Dave Brannon, now 82 and living in Colorado Springs, Colo., feels the Forest Service “possibly deliberately” allowed the historic log lodge, its cabins and outbuildings to burn to the ground, despite the fact that the USFS owned the property.
The lodge was located four miles up a gravel road along a tributary of the North Fork of the Shoshone River, accessed by a bridge at Wapiti Campground and several smaller bridges over Sweetwater Creek.
Brannon said in a telephone interview that many years ago he chastised the Forest Service - in a letter published in the Enterprise - for failing to allow him to improve the bridges over Sweetwater Creek so lodge access would be more reliable.
The letter may have been prophetic, because the condemnation of bridges was a major issue in a later lawsuit the Forest Service lost to subsequent owners Jeff Mummery and partners.

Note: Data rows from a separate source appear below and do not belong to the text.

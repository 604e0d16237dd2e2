"""From the block's output to the position that the process feels."""

from dataclasses import dataclass
from enum import Enum


@dataclass(frozen=True, slots=True)
class ValveSpec:
    """``rate_pct_per_s`` is ``None`` for a fast valve; ``dead_band_pct`` is the full width of the lost motion."""

    low_pct: float = 0.0
    high_pct: float = 100.0
    rate_pct_per_s: float | None = None
    dead_band_pct: float = 0.0

    def __post_init__(self) -> None:
        if not self.low_pct < self.high_pct:
            raise ValueError("a valve needs low_pct < high_pct")
        if self.dead_band_pct < 0.0 or (self.rate_pct_per_s is not None and not self.rate_pct_per_s > 0.0):
            raise ValueError("a valve's rate must be positive and its dead band must not be negative")


class ValveFault(Enum):
    """What a valve can suffer from."""

    NONE = "none"
    STUCK = "stuck"


class Valve:
    """A positioner with lost motion, a rate limit and end stops; a rate-limited move is a staircase of the calls."""

    def __init__(self, spec: ValveSpec, *, t_s: float = 0.0, position_pct: float = 0.0) -> None:
        self.spec = spec
        self.fault = ValveFault.NONE
        self.position_pct = position_pct
        self._t_s = t_s

    def move(self, t_s: float, command_pct: float) -> float:
        """Follow ``command_pct`` up to ``t_s`` and return the position (percent)."""
        elapsed_s, self._t_s = t_s - self._t_s, t_s
        if self.fault is ValveFault.STUCK:
            return self.position_pct
        half_band_pct = 0.5 * self.spec.dead_band_pct
        wanted_pct = min(max(self.position_pct, command_pct - half_band_pct), command_pct + half_band_pct)
        wanted_pct = min(max(wanted_pct, self.spec.low_pct), self.spec.high_pct)
        if self.spec.rate_pct_per_s is not None:
            reach_pct = self.spec.rate_pct_per_s * elapsed_s
            wanted_pct = min(max(wanted_pct, self.position_pct - reach_pct), self.position_pct + reach_pct)
        self.position_pct = wanted_pct
        return wanted_pct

“I took the Forest Service to task for not letting me improve the bridges and the road,” Brannon said. “There was politics involved” in loss of the lodge.
Had he been allowed to make bridge improvements years ago, it is more likely the subsequent owners would have been able to retain the property in working condition, Brannon said.
Then, there would have been no lawsuit against the Forest Service because reliable access likely would have been maintained.
And that way, when the Gunbarrel Fire roared through the area, firefighting equipment could have been moved in over the road and the buildings might have been saved.
“The Forest Service should have preserved the lodge, and they had the opportunity to do that,” Brannon said.
As it is, what was Brannon's Wilderness Lodge 1983-95 and then later Sweetwater Lodge was reduced by wildfire to piles of charred wood, standing chimneys, broken glass and twisted metal.
Good memories
When Brannon purchased the lodge in the early 1980s, his son Robert remembers the site as a “serene, quiet place ... with elk in the winter and bighorn sheep in the canyon across the creek and next to the buildings.”
Robert and his wife occasionally took over management of the property for a weekend or few days while his father and second wife Nancy were away.
“It took patience and ingenuity to make the place work,” Robert remembers.
He said his father and stepmother had that in spades.
One innovation they came up with was offering sleigh rides to and from the lodge from the Wapiti Campground parking lot along the North Fork Highway.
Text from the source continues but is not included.